Not clear whether censorship (even well-meaning) produces healthier kids, but
it won't be long before it produces an unhealthy software ecosystem. There are
too many different users & use-cases for apps to be accessed usefully through
a single storefront.

Even with recommendation engine magic, I'm not seeing what I should be seeing.

The worst outcome of bad app-store management is the decline of paid apps.
This is terrible for developers but isn't even good for apple (who gets a cut
of the pie). Seems clear they have no idea what they're doing vs, for example,
steam -- valve has done a great job of cultivating non-free software.

Also worth noting -- the penis is the reason we don't have a lego MMO.
[http://www.eurogamer.net/articles/2015-06-01-lego-mmo-
develo...](http://www.eurogamer.net/articles/2015-06-01-lego-mmo-development-
dogged-by-dong-detection-software).

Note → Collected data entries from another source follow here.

// coarseGridDiff says where a and b differ in their bits, or returns "".
func coarseGridDiff(a, b *coarseGrid) string {
	if a.nu != b.nu || a.nv != b.nv || a.u0 != b.u0 || a.v0 != b.v0 || a.g != b.g {
		return fmt.Sprintf("grid %dx%d at (%v, %v) edge %v, want %dx%d at (%v, %v) edge %v", a.nu, a.nv, a.u0, a.v0, a.g, b.nu, b.nv, b.u0, b.v0, b.g)
	}
	if !slices.Equal(a.cellOfPt, b.cellOfPt) || !slices.Equal(a.n, b.n) || !slices.Equal(a.fitted, b.fitted) {
		return "cells of the points, counts or fitted cells differ"
	}
	for q := range a.h {
		for k, x := range [][2]float64{{a.h[q], b.h[q]}, {a.a[q], b.a[q]}, {a.b[q], b.b[q]}, {a.rms[q], b.rms[q]}} {
			if math.Float64bits(x[0]) != math.Float64bits(x[1]) {
				return fmt.Sprintf("cell %d: fit value %d is %v, want %v", q, k, x[0], x[1])
			}
		}
	}
	return ""
}

// normalsFaceRef is normalsFace as it was: it tells the outer face from facet normals, point normals or,
// for STL meshes without facet normals, the facet winding (counter-
// clockwise seen from outside): the outer face's normals point to the hob,
// against base +z. It returns +1 when base +z is along the frame's normal,
// −1 against it, 0 when there are no normals or they do not agree; detail
// names the evidence (or why it was not used).
func normalsFaceRef(c *Cloud, f *frame, radius float64) (sign float64, detail string) {
	sum, n, what := normalsCosinesRef(c, f, radius)
	if n == 0 {
		return 0, ""
	}
	mean := sum / float64(n)
	switch {
	case mean >= 0.5:
		return -1, what
	case mean <= -0.5:
		return 1, what
	}
	return 0, fmt.Sprintf("the %s on the base do not point one way (mean cosine %.2f); not used", what, mean)
}
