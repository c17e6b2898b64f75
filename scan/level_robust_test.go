package scan

import (
	"math"
	"strings"
	"testing"

	"gonum.org/v1/gonum/spatial/r3"
)

// TestLevelStrayAndRepeated: valid scans that Level used to refuse or
// misread (issue 14, item 7): one stray point 3 m away (the first plane
// fit used every point, and the coarse grid spanned the stray point), and
// the same points written ten times over (the rim search saw ten times the
// density in as many distinct places). Each must give the radius of its
// clean scan within 0.3 mm, and the repeats are counted and reported.
//
// Before the fix: "no flat region found" or "no flat base found" for the
// stray points; for ten copies a radius of 2.3 mm instead of 22.2 mm
// (sparse) and 80.18 mm instead of 79.46 mm (with a wall).
func TestLevelStrayAndRepeated(t *testing.T) {
	sparse := synthBase{R: 0.02, Shape: dish(0.1e-3, 0.02), NoiseM: 5e-6, N: 700, Seed: 9}
	walled := synthBase{R: 0.08, Shape: dish(0.2e-3, 0.08), CornerM: 5e-3, WallM: 15e-3, NoiseM: 10e-6, N: 20000, Seed: 3}
	small := synthBase{R: 0.04, Shape: dish(0.2e-3, 0.04), CornerM: 5e-3, WallM: 15e-3, NoiseM: 10e-6, N: 5000, Seed: 3}
	sc := newScanner(FaceUp, 2, 10, 30, r3.Vec{X: 0.01, Y: -0.004, Z: 0.25})
	stray := func(d r3.Vec) func(*Cloud) {
		return func(c *Cloud) { c.Points = append(c.Points, r3.Add(c.Points[0], d)) }
	}
	copies := func(c *Cloud) {
		n := len(c.Points)
		for range 9 {
			c.Points = append(c.Points, c.Points[:n]...)
		}
	}
	inRow := func(c *Cloud) {
		p := make([]r3.Vec, 0, 10*len(c.Points))
		for _, q := range c.Points {
			for range 10 {
				p = append(p, q)
			}
		}
		c.Points = p
	}
	tests := []struct {
		name   string
		sb     synthBase
		change func(*Cloud)
		repeat bool
	}{
		{"small, one point 3 m away sideways", small, stray(r3.Vec{X: 3}), false},
		{"small, one point 3 m away diagonally", small, stray(r3.Vec{X: 2.1, Y: 2.1}), false},
		{"small, one point 3 m along the axis", small, stray(r3.Vec{Z: 3}), false},
		{"walled, one point 3 m away", walled, stray(r3.Vec{X: 2.1, Y: 2.1}), false},
		{"sparse, ten copies", sparse, copies, true},
		{"walled, ten copies", walled, copies, true},
		{"walled, each point ten times in a row", walled, inRow, true},
	}
	for _, tt := range tests {
		t.Run(tt.name, func(t *testing.T) {
			ref, err := Level(sc.apply(tt.sb.build()), LevelOptions{})
			if err != nil {
				t.Fatalf("clean scan: %v", err)
			}
			c := sc.apply(tt.sb.build())
			n := len(c.Points)
			tt.change(c)
			l, err := Level(c, LevelOptions{})
			if err != nil {
				t.Fatal(err)
			}
			if d := math.Abs(l.RadiusM - ref.RadiusM); d > 0.3e-3 {
				t.Errorf("radius %.3f mm, clean scan %.3f mm", l.RadiusM*1e3, ref.RadiusM*1e3)
			}
			want := 0
			if tt.repeat {
				want = 9 * n
			}
			if l.PointsMerged != want {
				t.Errorf("%d points merged, want %d", l.PointsMerged, want)
			}
			warn := strings.Join(l.Warnings, "; ")
			if tt.repeat && !strings.Contains(warn, "repeat another point") {
				t.Errorf("warnings %q say nothing of the repeats", warn)
			}
			if tt.repeat && len(l.Cloud.Points) != len(ref.Cloud.Points) {
				t.Errorf("%d points kept, clean scan %d", len(l.Cloud.Points), len(ref.Cloud.Points))
			}
		})
	}
}

// TestFindRepeatsMesh: merging repeated vertices re-points triangles to
// the first occurrence, and a cloud without repeats costs no table.
func TestFindRepeatsMesh(t *testing.T) {
	sb := synthBase{R: 0.05, Shape: dish(0.2e-3, 0.05), CornerM: 4e-3, WallM: 8e-3, Mesh: true, StepM: 1.5e-3, Normals: true, Seed: 13}
	sc := newScanner(FaceUp, 5, 20, 10, r3.Vec{Z: 0.4})
	ref, err := Level(sc.apply(sb.build()), LevelOptions{})
	if err != nil {
		t.Fatal(err)
	}
	// A triangle soup: every triangle gets its own three vertices.
	c := sc.apply(sb.build())
	soup := &Cloud{FacetNormals: c.FacetNormals, Format: "stl-binary"}
	for _, tri := range c.Triangles {
		k := int32(len(soup.Points))
		soup.Points = append(soup.Points, c.Points[tri[0]], c.Points[tri[1]], c.Points[tri[2]])
		soup.Triangles = append(soup.Triangles, [3]int32{k, k + 1, k + 2})
	}
	l, err := Level(soup, LevelOptions{Reuse: true})
	if err != nil {
		t.Fatal(err)
	}
	if len(l.Cloud.Points) != len(ref.Cloud.Points) || len(l.Cloud.Triangles) != len(ref.Cloud.Triangles) {
		t.Errorf("soup: %d points, %d triangles; indexed mesh: %d, %d", len(l.Cloud.Points), len(l.Cloud.Triangles),
			len(ref.Cloud.Points), len(ref.Cloud.Triangles))
	}
	if math.Abs(l.RadiusM-ref.RadiusM) > 1e-9 {
		t.Errorf("soup radius %.4f mm, indexed %.4f mm", l.RadiusM*1e3, ref.RadiusM*1e3)
	}
	for _, tri := range l.Cloud.Triangles {
		for _, v := range tri {
			if v < 0 || int(v) >= len(l.Cloud.Points) {
				t.Fatalf("triangle %v refers past %d points", tri, len(l.Cloud.Points))
			}
		}
	}
	big := make([]r3.Vec, 3*dupFull)
	for i := range big {
		big[i] = r3.Vec{X: float64(i), Y: -float64(i) / 7}
	}
	if rep, m := findRepeats(big); rep != nil || m != 0 {
		t.Errorf("distinct points: %d merged", m)
	}
	small := append([]r3.Vec(nil), big[:1000]...)
	small[999] = r3.Vec{X: 5, Y: -5.0 / 7}
	small[700] = r3.Vec{X: -0.0, Y: 0}
	rep, m := findRepeats(small)
	if m != 2 || rep[999] != 5 || rep[700] != 0 || rep[5] != 5 || rep[998] != 998 {
		t.Errorf("small cloud: %d merged, rep[999] = %d, rep[700] = %d; want 2, 5, 0", m, rep[999], rep[700])
	}
}
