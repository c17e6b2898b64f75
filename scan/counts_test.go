package scan

import (
	"bytes"
	"encoding/binary"
	"os"
	"path/filepath"
	"strings"
	"testing"

	"gapflux/scan/ply"
	"gapflux/scan/stl"
	"gonum.org/v1/gonum/spatial/r3"
)

// TestReadFileCountsLie: a binary PLY or STL file whose header count was
// changed by one (issue 14, item 11) is refused by ReadFile, plain or
// gzip-compressed, with the file name and a byte offset, instead of being
// read as different geometry.
func TestReadFileCountsLie(t *testing.T) {
	pts := []r3.Vec{{X: 0, Y: 0, Z: 0}, {X: 1, Y: 0, Z: 0}, {X: 0, Y: 1, Z: 0}, {X: 1, Y: 1, Z: 0.5}}
	var pb bytes.Buffer
	if err := ply.Write(&pb, &ply.Cloud{Points: pts, Faces: [][3]int32{{0, 1, 2}, {1, 3, 2}}},
		ply.WriteOptions{Format: ply.BinaryLittleEndian, VertexType: "float"}); err != nil {
		t.Fatal(err)
	}
	good := pb.Bytes()
	var sb bytes.Buffer
	if err := stl.WriteBinary(&sb, &stl.Mesh{Vertices: append(pts[:3:3], pts[1], pts[3], pts[2])}); err != nil {
		t.Fatal(err)
	}
	stlGood := sb.Bytes()
	stlCount := func(n uint32) []byte {
		b := bytes.Clone(stlGood)
		binary.LittleEndian.PutUint32(b[80:], n)
		return b
	}
	tests := []struct {
		name, file string
		in         []byte
		want       string // "" = no error
	}{
		{"ply honest", "a.ply", good, ""},
		{"ply face count one short", "a.ply", bytes.Replace(good, []byte("element face 2"), []byte("element face 1"), 1), "follow the last element (face, 1 records)"},
		{"ply face count zero", "a.ply", bytes.Replace(good, []byte("element face 2"), []byte("element face 0"), 1), "follow the last element (vertex, 4 records)"},
		{"ply vertex count one too high", "a.ply", bytes.Replace(good, []byte("element vertex 4"), []byte("element vertex 5"), 1), "element face"},
		{"stl honest", "a.stl", stlGood, ""},
		{"stl count one short", "a.stl", stlCount(1), "1 facets"},
		{"stl count one too high", "a.stl", stlCount(3), "3 facets"},
		{"stl count zero", "a.stl", stlCount(0), "0 facets"},
	}
	dir := t.TempDir()
	for _, tt := range tests {
		for _, zip := range []bool{false, true} {
			in, file := tt.in, tt.file
			if zip {
				in, file = gz(t, in), file+".gz"
			}
			path := filepath.Join(dir, file)
			if err := os.WriteFile(path, in, 0o644); err != nil {
				t.Fatal(err)
			}
			c, err := ReadFile(path, ReadOptions{})
			switch {
			case tt.want == "" && err != nil:
				t.Errorf("%s (gz %v): %v", tt.name, zip, err)
			case tt.want != "" && err == nil:
				t.Errorf("%s (gz %v): no error; read %d points, %d triangles", tt.name, zip, len(c.Points), len(c.Triangles))
			case tt.want != "":
				msg := err.Error()
				if !strings.HasPrefix(msg, path+": byte ") {
					t.Errorf("%s (gz %v): %q does not name the file and a byte offset", tt.name, zip, msg)
				}
				if !zip && !strings.Contains(msg, tt.want) {
					t.Errorf("%s: %q lacks %q", tt.name, msg, tt.want)
				}
			}
		}
	}
}
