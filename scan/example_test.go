package scan_test

import (
	"fmt"
	"math"
	"math/rand/v2"

	"gonum.org/v1/gonum/spatial/r3"

	"gapflux/scan"
)

// An invented pan base, 160 mm across and dished by 0.40 mm, with a 3 mm
// corner radius and a 20 mm wall, scanned upside down (outer face to
// scanner +z) with 10 µm of noise, goes from points to form.
func Example() {
	const (
		radius = 0.08   // m
		sag    = 0.4e-3 // m, centre raised into the pan
		corner = 3e-3   // m
		wall   = 20e-3  // m
	)
	rng := rand.New(rand.NewPCG(1, 2))
	c := &scan.Cloud{}
	add := func(r, th, zBase float64) {
		// Upside down: base +z (into the pan) is scanner −z.
		c.Points = append(c.Points, r3.Vec{
			X: r * math.Cos(th), Y: r * math.Sin(th), Z: -zBase + 10e-6*rng.NormFloat64()})
	}
	for range 80000 {
		r := radius * math.Sqrt(rng.Float64())
		add(r, 2*math.Pi*rng.Float64(), sag*(1-r*r/(radius*radius)))
	}
	for range 20000 {
		th := 2 * math.Pi * rng.Float64()
		s := (corner*math.Pi/2 + wall) * rng.Float64()
		if phi := s / corner; phi < math.Pi/2 {
			add(radius+corner*math.Sin(phi), th, corner*(1-math.Cos(phi)))
		} else {
			add(radius+corner, th, corner+s-corner*math.Pi/2)
		}
	}

	l, err := scan.Level(c, scan.LevelOptions{})
	if err != nil {
		fmt.Println(err)
		return
	}
	g, err := scan.Grid(l, scan.GridOptions{CellM: 1e-3})
	if err != nil {
		fmt.Println(err)
		return
	}
	fr, err := scan.FormFilter(g.Raw, 8e-3)
	if err != nil {
		fmt.Println(err)
		return
	}
	f, err := scan.MeasureForm(fr.Form, l.RadiusM)
	if err != nil {
		fmt.Println(err)
		return
	}
	fmt.Printf("outer face from the %s; diameter %.0f mm\n", l.FaceSource, 2e3*l.RadiusM)
	fmt.Printf("concavity %.2f mm (%.2f %% of the diameter)\n", f.ConcavityM*1e3, f.ConcavityPctOfDiameter)
	fmt.Printf("%s %.0f µm\n", f.Zernike[4].Name, f.Zernike[4].CoefM*1e6)
	// Output:
	// outer face from the wall; diameter 160 mm
	// concavity 0.40 mm (0.25 % of the diameter)
	// defocus -115 µm
}

// The minimum zone of z = x³ on a 5×5 grid (PHYSICS-REFERENCES.md 12.3):
// narrower than the peak-to-valley about the least-squares plane (0.60).
func ExampleMinimumZone() {
	var x, y, z []float64
	for _, xv := range []float64{-1, -0.5, 0, 0.5, 1} {
		for _, yv := range []float64{-1, -0.5, 0, 0.5, 1} {
			x, y, z = append(x, xv), append(y, yv), append(z, xv*xv*xv)
		}
	}
	w, p, err := scan.MinimumZone(x, y, z)
	if err != nil {
		fmt.Println(err)
		return
	}
	fmt.Printf("zone %.2f about z = %.2f x + %.2f y + %.2f\n", w, p[0], p[1]+0, p[2]+0)
	// Output:
	// zone 0.50 about z = 0.75 x + 0.00 y + 0.00
}

// Defocus, OSA/ANSI index 4, is √3 (2ρ² − 1): a bowl.
func ExampleZernike() {
	n, m := scan.ZernikeNM(4)
	fmt.Println(n, m, scan.ZernikeName(n, m))
	for _, rho := range []float64{0, 0.5, 1} {
		fmt.Printf("%.4f\n", scan.Zernike(n, m, rho, 0))
	}
	// Output:
	// 2 0 defocus
	// -1.7321
	// -0.8660
	// 1.7321
}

Either UGC is really tricky or we should
stop caring.

------
themartorana
I hate that Apple assigns itself as morality police. Hey Apple - ya know how
you don't want the FBI all up in your shit? Yeah, same thing.

Edit: I get, to a degree, not approving an official RedTube app, but blocking
a general content browser, especially one with access to huge amounts of
legitimate non-porn content, is ridiculous.

Edit 2: wait, the official app gets a pass? How is this a thing?

Edit 3: forgive my incoherent ramblings.

------
J_Darnley
Oh dear. Are they going to pull their browser too? That might access that very
same content.

------
foxyv
When you buy Apple stuff, you are also buying Apple ideas. Part of that is the
idea that Apple controls your phone or computer to make sure that you have an
Apple experience. You are giving up power to Apple to make choices for you.
This is why, despite having many friends with Apple stuff and knowing how
great it is, I will probably never own Apple again. I hate giving up my right
to choose how I use the stuff I own.

------
cloudjacker
How the fuck does Tumblr say on the app store?